Ray Kroc non ha inventato il fast food: quello lo hanno messo a punto i geniali gemelli Dick e Mac MacDonald, nel loro ristorante di San Bernardino (CA), sfidando tutte le convenzioni degli anni Cinquanta (niente tavoli, niente cameriere, niente juke box) per concentrarsi su un solo obiettivo: servire istantaneamente hamburger e patatine. Kroc non ha inventato il franchising più efficace del mondo, anzi finché lo gestì lui direttamente non riusciva a rientrare nei costi di gestione. Kroc non ha nemmeno trovato un modo per risparmiare sulle celle frigorifere: l'idea arrivò dalla sua futura seconda moglie. Nell'impresa più epica della ristorazione moderna, Ray Kroc non ha messo il nome, non ha messo la faccia, non ha messo le idee: e allora perché è lui, e non un altro, il Fondatore? Perseveranza.

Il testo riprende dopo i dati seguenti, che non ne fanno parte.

def config_from_dict(raw: dict, base: Path, source: Path | None = None) -> RunConfig:
    """Validate a configuration already parsed into a dict (paths relative to ``base``)."""
    where = str(source) if source else "config"
    _check_keys(raw, "", where)
    run = raw.get("run", {})
    _check_keys(run, "run", where)
    year = run.get("year")
    if year is not None and (not isinstance(year, int) or isinstance(year, bool)):
        raise ConfigError(f"{where}: `run.year` must be an integer year, got {year!r}")
    force = run.get("force_ranges", False)
    if not isinstance(force, bool):
        raise ConfigError(f"{where}: `run.force_ranges` must be true or false, got {force!r}")
    block_size = run.get("block_size", DEFAULT_BLOCK_SIZE)
    if not isinstance(block_size, int) or isinstance(block_size, bool) or not 16 <= block_size <= MAX_BLOCK_SIZE:
        raise ConfigError(f"{where}: `run.block_size` must be an integer from 16 to {MAX_BLOCK_SIZE} pixels, got "
                          f"{block_size!r}; {DEFAULT_BLOCK_SIZE} (the default) suits most runs")

    ba = _require(raw, "burned_area", "", where)
    if not isinstance(ba, dict):
        raise ConfigError(f"{where}: [burned_area] must be a table with `path`")
    _check_keys(ba, "burned_area", where)
    burned = _path(_require(ba, "path", "burned_area", where), base, "burned_area.path", where)
    burn_mask = _burn_mask(ba, burned, base, where)
    area_accuracy = _area_accuracy(ba["accuracy"], where) if "accuracy" in ba else None

    depth = raw.get("depth", {})  # no [depth] at all: a Tier-1-only run
    if not isinstance(depth, dict):
        raise ConfigError(f"{where}: [depth] must be a table")
    _check_keys(depth, "depth", where)
    survey = None
    if "survey" in depth:
        sv = depth["survey"]
        _check_keys(sv, "depth.survey", where)
        survey = _survey(sv, base, where, force)
    water_table = _water_table(depth["water_table"], base, where) if "water_table" in depth else None
    plots = None
    if "plots" in depth:
        pr = depth["plots"]
        _check_keys(pr, "depth.plots", where)
        plots = PlotsConfig(_path(_require(pr, "path", "depth.plots", where), base, "depth.plots.path", where),
                            str(pr.get("value_column", "burn_depth_m")), pr.get("crs"), pr.get("date_column"))
    tier1 = Tier1Config()
    if "tier1" in depth:
        _check_keys(depth["tier1"], "depth.tier1", where)
        if "fuel_consumption" in depth["tier1"]:
            tier1 = Tier1Config(_value(depth["tier1"]["fuel_consumption"], base, "depth.tier1.fuel_consumption",
                                       "biomass", where, "fuel_consumption", force=force))
    # neither a survey nor a water table: a Tier-1-only run (burned area and peat inputs), the first
    # thing a national compiler runs; accepted and labelled as such in every output (RunConfig.tier1_only)
    fire_count_field = ba.get("fire_count_field")
    resolution = run.get("resolution")
    if resolution is not None:
        resolution = to_magnitude(resolution, "m", "run.resolution")
        if not MIN_RESOLUTION_M <= resolution < float("inf"):
            raise ConfigError(f"{where}: `run.resolution` = {resolution:g} m; it must be at least {MIN_RESOLUTION_M:g} m "
                              f"(finer than any survey grid); give the pixel size in metres, such as 1 or \"2 m\"")

    peat_raw = _require(raw, "peat", "", where)
    _check_keys(peat_raw, "peat", where)
    peat = PeatConfig(
        bulk_density=_value(_require(peat_raw, "bulk_density", "peat", where), base, "peat.bulk_density",
                            "bulk_density", where, force=force),
        carbon_fraction=_value(_require(peat_raw, "carbon_fraction", "peat", where), base, "peat.carbon_fraction",
                               "carbon_fraction", where, force=force),
        thickness=_value(peat_raw["thickness"], base, "peat.thickness", "peat_thickness", where, "thickness", force=force)
        if "thickness" in peat_raw else None,
        extent=_extent(peat_raw["extent"], base, where) if "extent" in peat_raw else None,
        bulk_density_fill=_fill_value(peat_raw, "bulk_density_fill", "bulk_density", base, where, force),
        carbon_fraction_fill=_fill_value(peat_raw, "carbon_fraction_fill", "carbon_fraction", base, where, force),
    )

    if isinstance(peat.carbon_fraction, float) and not (0.0 < peat.carbon_fraction <= 1.0):
        raise PhysicalRangeError(f"{where}: `peat.carbon_fraction` = {peat.carbon_fraction:g} is not a mass fraction "
                                 f"in (0, 1]; {RANGES['carbon_fraction'][3]}")

    from .factors import DEFAULT_FLAMING, DEFAULT_GWP, DEFAULT_SMOULDERING

    ef = raw.get("emission_factors", {})
    _check_keys(ef, "emission_factors", where)
    factors = FactorsConfig(
        smouldering=_factor_ref(ef.get("smouldering", DEFAULT_SMOULDERING), base),
        flaming=_factor_ref(ef.get("flaming", DEFAULT_FLAMING), base),
        gwp=str(ef.get("gwp", DEFAULT_GWP)),
        form=_factor_form(ef.get("form", "dry_matter"), where),
    )

    zones = []
    zraw = raw.get("zones", [])
    if isinstance(zraw, dict):
        zraw = [zraw]
    for i, z in enumerate(zraw):
        _check_keys(z, "zones", where)
        zp = _path(_require(z, "path", f"[zones] #{i + 1}", where), base, f"zones[{i}].path", where)
        zid = _require(z, "id", f"[zones] #{i + 1}", where)
        zname = printable(z.get("name", zp.stem))
        check_layer_name(zname, f"{where}: [[zones]] #{i + 1}")
        dossiers = z.get("dossiers", False)
        if not isinstance(dossiers, bool):
            raise ConfigError(f"{where}: [[zones]] #{i + 1}: `dossiers` must be true or false, got {dossiers!r}")
        zones.append(ZoneLayerConfig(path=zp, id=str(zid), name=zname, layer=z.get("layer"), dossiers=dossiers))
    names = [z.name for z in zones]
    if len(set(names)) != len(names):
        raise ConfigError(f"{where}: two [[zones]] layers share the name {names}; give each a distinct `name`")
    if "flaming" in raw and isinstance(raw["flaming"], dict) and "ignition_layer" in raw["flaming"] \
            and raw["flaming"]["ignition_layer"] not in names:
        raise ConfigError(f"{where}: `flaming.ignition_layer` = {raw['flaming']['ignition_layer']!r} names no "
                          f"[[zones]] layer; layers are: {', '.join(names) or '(none)'}")

    un = raw.get("uncertainty", {})
    _check_keys(un, "uncertainty", where)
    draws = un.get("draws", 0)
    seed = un.get("seed", 1)
    if not isinstance(draws, int) or isinstance(draws, bool) or draws < 0:
        raise ConfigError(f"{where}: `uncertainty.draws` must be a whole number >= 0, got {draws!r}")
    if draws > MAX_DRAWS:
        raise ConfigError(f"{where}: `uncertainty.draws` = {draws} is more than the {MAX_DRAWS:,} accepted (a 95 % "
                          f"interval is already stable to a digit or two with that many); use 10000 for most runs")
    if not isinstance(seed, int) or isinstance(seed, bool):
        raise ConfigError(f"{where}: `uncertainty.seed` must be an integer, got {seed!r}")
    unc = UncertaintyConfig(
        draws, seed,
        bulk_density_cv=_opt_number(un, "bulk_density_cv", "uncertainty", where, 0, 2),
        carbon_fraction_sd=_opt_number(un, "carbon_fraction_sd", "uncertainty", where, 0, 0.5),
        subsidence_rate_sd=to_magnitude(un["subsidence_rate_sd"], "m/yr", "uncertainty.subsidence_rate_sd")
        if "subsidence_rate_sd" in un else None,
        correlation_range_m=to_magnitude(un["correlation_range_m"], "m", "uncertainty.correlation_range_m")
        if "correlation_range_m" in un else None,
        surface_change_sd=to_magnitude(un["surface_change_sd"], "m", "uncertainty.surface_change_sd")
        if "surface_change_sd" in un else None,
        fre_integration_cv=_opt_number(un, "fre_integration_cv", "uncertainty", where, 0, 5),
    )
    flaming = _flaming(raw["flaming"], base, where, force) if "flaming" in raw else None

    return RunConfig(
        source=source, name=printable(run.get("name", source.stem if source else "peatburn run")), year=year,
        crs=run.get("crs"), burned_area=burned, burned_area_layer=ba.get("layer"), survey=survey, peat=peat,
        factors=factors, zones=tuple(zones), uncertainty=unc, block_size=block_size,
        water_table=water_table, plots=plots, tier1=tier1, flaming=flaming, fire_count_field=fire_count_field,
        resolution=resolution, start_field=str(ba.get("start_field", "fire_start")),
        end_field=str(ba.get("end_field", "fire_end")),
        id_field=str(ba["id_field"]) if ba.get("id_field") is not None else None, raw=raw, burn_mask=burn_mask,
        area_accuracy=area_accuracy,
    )
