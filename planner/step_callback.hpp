#pragma once

#include <functional>
#include <string>

namespace tw::planner {

/// Told once per finished unit of a long computation (a seam solved, a
/// transit planned) with a few words on what finished, for a progress
/// display. Calls never overlap, even when workers run in parallel; the
/// order of calls may depend on the thread count, the results never do.
using StepCallback = std::function<void(const std::string& finished)>;

}  // namespace tw::planner
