#pragma once

namespace tw::postproc {

/// Keyword of the first line of a motion text file (postproc/FORMAT.md).
inline constexpr const char* kMotionTextKeyword = "tracewright-motion";
/// The format version this code writes and reads.
inline constexpr int kMotionTextVersion = 1;

}  // namespace tw::postproc
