#pragma once

#include <string>
#include <string_view>
#include <vector>

namespace tw::postproc {

struct KeyValueField {
  std::string key;
  std::string value;  ///< unescaped text of a quoted value
  bool quoted = false;
  int column = 1;  ///< 1-based byte column of the key, for messages
};

/// One line of the motion text: a keyword, then `key=value` fields separated
/// by single or repeated spaces. A value is either bare (no space, no '"') or
/// a double-quoted text in which `\"` and `\\` stand for '"' and '\'.
struct KeyValueLine {
  std::string keyword;
  std::vector<KeyValueField> fields;
};

/// Parses `text` (one line without its line end); throws tw::InputError
/// naming `file` and `line` on a malformed keyword, key, value or quote,
/// or a key given twice.
KeyValueLine parseKeyValueLine(std::string_view text, const std::string& file, int line);

/// `text` in double quotes with '"' and '\' escaped, for writing a value.
std::string quoteText(const std::string& text);

}  // namespace tw::postproc
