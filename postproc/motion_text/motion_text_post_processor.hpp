#pragma once

#include "postproc/post_processor.hpp"

namespace tw::postproc {

/// Writes the project's own motion text (postproc/FORMAT.md): a versioned
/// first line, the safety caution as comments, units, metadata, joints, one
/// line per record with joint values and TCP pose, and a final SHA-256
/// integrity line. readMotionText() reads it back.
class MotionTextPostProcessor : public PostProcessor {
 public:
  std::string name() const override { return "motion-text"; }
  std::string description() const override {
    return "neutral motion text with joint values, TCP poses and an integrity line";
  }
  std::string fileExtension() const override { return "twm"; }
  void write(const planner::Program& program, const WriteOptions& options,
             std::ostream& out) const override;
};

}  // namespace tw::postproc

The Founder, il film di John Lee Hancock dedicato a Ray Kroc, assomiglia un po' a quei primi esperimenti che i fratelli MacDonald avevano tentato prima di imboccare la strada giusta (e incontrare Kroc). Sulla carta, l'idea è perfetta. Un biopic su un personaggio controverso e visionario, commesso viaggiatore per vocazione più che per necessità. L'America che ha in mente è un luogo usa e getta, smontabile e ricomponibile, una pista autostradale solcata da viaggiatori frettolosi e rapaci come lui; prima di incrociare i fratelli MacDonald, Kroc aveva provato coi bicchieri di carta e i tavolini pieghevoli. I suoi primi veri discepoli sono disperati che vagano di strada in strada, di corridoio in corridoio, cercando di vendere qualsiasi cosa (fulminante l'episodio del venditore ebreo di bibbie protestanti). Come l'Aviatore di Scorsese, il Petroliere di Anderson, lo Zuckerberg di Sorkin e Fincher, Kroc è innovatore e prototipo: se si porta dentro una psicosi, non sarà contento finché non la condividiamo. The Social Network in particolare sembrava un ottimo precedente: anche stavolta l'eroe mefistofelico ruba l'idea a due bravi ragazzi non altrettanto determinati. I Big Mac non saranno interessanti e attuali come i social network, ma il loro pubblico al cinema in teoria ce l'hanno, specie se ne parli male (volete sentirvi vecchi? Super Size Me compie tredici anni). The Founder poi poteva contare sulla regia di John Lee Hancock, il regista di uno dei biopic più interessanti e stratificati degli ultimi anni, Saving Mr Banks: e del momento di grazia di Michael Keaton, dopo Birdman e Spotlight (due Oscar al miglior film in due anni). The Founder non poteva proprio andare male. E invece...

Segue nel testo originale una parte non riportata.